§ Task prompt: Write out exactly, please, the lines from the one containing "assert not broken" to the end of the material.

§ Data supplied:
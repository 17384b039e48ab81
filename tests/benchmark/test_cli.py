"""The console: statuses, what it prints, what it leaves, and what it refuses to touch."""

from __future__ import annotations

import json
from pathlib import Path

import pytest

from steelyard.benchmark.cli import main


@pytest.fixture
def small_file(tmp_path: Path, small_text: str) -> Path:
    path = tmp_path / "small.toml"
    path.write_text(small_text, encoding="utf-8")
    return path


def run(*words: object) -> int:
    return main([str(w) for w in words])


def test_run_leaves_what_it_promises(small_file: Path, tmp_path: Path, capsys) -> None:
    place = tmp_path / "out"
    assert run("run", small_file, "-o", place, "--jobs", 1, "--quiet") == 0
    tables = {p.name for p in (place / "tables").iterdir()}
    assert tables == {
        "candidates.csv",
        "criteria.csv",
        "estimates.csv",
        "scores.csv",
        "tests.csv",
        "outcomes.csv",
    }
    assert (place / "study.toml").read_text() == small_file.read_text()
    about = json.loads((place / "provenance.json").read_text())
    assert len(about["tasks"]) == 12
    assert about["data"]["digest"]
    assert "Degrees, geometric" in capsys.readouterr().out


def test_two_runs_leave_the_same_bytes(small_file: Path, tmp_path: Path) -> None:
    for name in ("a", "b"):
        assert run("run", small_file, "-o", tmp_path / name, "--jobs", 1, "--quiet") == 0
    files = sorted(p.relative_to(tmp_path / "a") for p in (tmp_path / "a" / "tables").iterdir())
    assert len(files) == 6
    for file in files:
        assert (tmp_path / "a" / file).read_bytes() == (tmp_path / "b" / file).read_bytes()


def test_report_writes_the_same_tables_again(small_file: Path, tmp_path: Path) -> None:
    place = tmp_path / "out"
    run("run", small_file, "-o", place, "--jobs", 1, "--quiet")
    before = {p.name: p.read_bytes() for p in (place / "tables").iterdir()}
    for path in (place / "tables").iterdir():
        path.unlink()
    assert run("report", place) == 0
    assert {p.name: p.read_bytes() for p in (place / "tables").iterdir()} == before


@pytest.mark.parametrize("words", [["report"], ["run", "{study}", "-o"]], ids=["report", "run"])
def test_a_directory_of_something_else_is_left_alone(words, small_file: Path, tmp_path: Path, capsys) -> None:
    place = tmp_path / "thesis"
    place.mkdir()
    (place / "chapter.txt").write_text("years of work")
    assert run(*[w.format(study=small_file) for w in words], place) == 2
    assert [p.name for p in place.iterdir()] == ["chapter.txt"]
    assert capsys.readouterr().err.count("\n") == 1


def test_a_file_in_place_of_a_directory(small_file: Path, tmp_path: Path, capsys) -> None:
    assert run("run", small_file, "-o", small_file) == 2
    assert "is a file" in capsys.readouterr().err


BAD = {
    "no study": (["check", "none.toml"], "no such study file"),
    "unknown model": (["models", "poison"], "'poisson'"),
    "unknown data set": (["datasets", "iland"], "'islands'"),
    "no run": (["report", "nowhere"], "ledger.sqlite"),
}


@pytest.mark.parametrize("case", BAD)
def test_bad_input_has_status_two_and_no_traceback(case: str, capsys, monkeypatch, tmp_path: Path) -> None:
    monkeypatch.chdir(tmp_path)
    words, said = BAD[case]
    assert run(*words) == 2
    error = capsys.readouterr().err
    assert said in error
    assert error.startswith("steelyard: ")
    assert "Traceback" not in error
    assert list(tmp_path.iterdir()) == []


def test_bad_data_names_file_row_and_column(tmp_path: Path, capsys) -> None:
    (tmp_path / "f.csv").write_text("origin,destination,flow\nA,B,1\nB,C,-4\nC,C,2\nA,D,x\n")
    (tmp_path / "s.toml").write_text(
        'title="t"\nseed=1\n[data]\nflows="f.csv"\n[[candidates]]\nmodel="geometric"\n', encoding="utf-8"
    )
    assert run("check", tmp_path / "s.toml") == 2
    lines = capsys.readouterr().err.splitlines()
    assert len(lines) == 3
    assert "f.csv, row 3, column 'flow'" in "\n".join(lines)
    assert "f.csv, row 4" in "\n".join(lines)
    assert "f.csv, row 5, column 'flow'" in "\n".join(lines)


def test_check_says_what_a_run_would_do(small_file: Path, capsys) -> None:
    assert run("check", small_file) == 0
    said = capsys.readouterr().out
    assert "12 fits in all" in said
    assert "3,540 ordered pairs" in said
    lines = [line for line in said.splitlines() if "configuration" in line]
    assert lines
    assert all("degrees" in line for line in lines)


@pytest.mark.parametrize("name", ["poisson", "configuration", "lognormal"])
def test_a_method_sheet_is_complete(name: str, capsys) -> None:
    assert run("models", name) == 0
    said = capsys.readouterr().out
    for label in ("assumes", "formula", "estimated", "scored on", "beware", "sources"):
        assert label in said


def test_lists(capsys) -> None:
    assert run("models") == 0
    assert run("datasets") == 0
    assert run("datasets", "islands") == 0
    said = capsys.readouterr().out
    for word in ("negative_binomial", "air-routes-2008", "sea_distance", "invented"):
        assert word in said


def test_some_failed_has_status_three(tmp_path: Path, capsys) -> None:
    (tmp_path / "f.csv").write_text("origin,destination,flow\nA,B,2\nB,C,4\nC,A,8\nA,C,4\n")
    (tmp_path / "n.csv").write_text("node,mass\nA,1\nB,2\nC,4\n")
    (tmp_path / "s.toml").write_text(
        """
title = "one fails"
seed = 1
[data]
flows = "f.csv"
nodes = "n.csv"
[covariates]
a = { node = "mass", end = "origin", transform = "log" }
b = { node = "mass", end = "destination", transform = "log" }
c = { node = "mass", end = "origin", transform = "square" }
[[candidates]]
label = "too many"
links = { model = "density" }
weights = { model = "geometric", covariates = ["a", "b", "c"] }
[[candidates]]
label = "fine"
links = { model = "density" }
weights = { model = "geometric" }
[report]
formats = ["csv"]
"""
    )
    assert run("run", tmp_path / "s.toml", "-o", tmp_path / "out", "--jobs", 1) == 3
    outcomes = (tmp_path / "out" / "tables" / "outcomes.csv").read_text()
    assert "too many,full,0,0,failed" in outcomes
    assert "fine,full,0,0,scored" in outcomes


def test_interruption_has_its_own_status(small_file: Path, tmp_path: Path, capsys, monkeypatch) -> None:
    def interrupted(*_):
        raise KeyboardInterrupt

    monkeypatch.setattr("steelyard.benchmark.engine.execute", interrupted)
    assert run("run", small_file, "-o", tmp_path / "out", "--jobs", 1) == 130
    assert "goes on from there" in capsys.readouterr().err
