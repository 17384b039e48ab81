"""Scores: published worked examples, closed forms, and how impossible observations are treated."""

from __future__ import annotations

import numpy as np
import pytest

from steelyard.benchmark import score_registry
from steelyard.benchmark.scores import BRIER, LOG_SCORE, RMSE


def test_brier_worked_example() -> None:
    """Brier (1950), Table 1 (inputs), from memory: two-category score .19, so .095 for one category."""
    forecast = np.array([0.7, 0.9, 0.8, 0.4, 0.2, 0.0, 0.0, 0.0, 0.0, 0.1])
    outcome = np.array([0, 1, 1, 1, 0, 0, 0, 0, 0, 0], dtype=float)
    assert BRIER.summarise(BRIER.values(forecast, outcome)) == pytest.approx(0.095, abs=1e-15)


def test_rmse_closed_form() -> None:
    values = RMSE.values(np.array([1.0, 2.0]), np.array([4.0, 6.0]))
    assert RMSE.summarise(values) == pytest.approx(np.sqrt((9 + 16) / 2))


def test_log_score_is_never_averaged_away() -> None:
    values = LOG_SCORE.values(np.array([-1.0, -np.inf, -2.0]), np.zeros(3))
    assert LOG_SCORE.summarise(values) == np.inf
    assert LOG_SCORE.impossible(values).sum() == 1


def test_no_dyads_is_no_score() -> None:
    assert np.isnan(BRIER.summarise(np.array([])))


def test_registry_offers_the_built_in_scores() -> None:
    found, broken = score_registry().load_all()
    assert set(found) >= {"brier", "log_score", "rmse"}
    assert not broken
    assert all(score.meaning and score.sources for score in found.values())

§ Answer to this problem:
    assert not broken
    assert all(score.meaning and score.sources for score in found.values())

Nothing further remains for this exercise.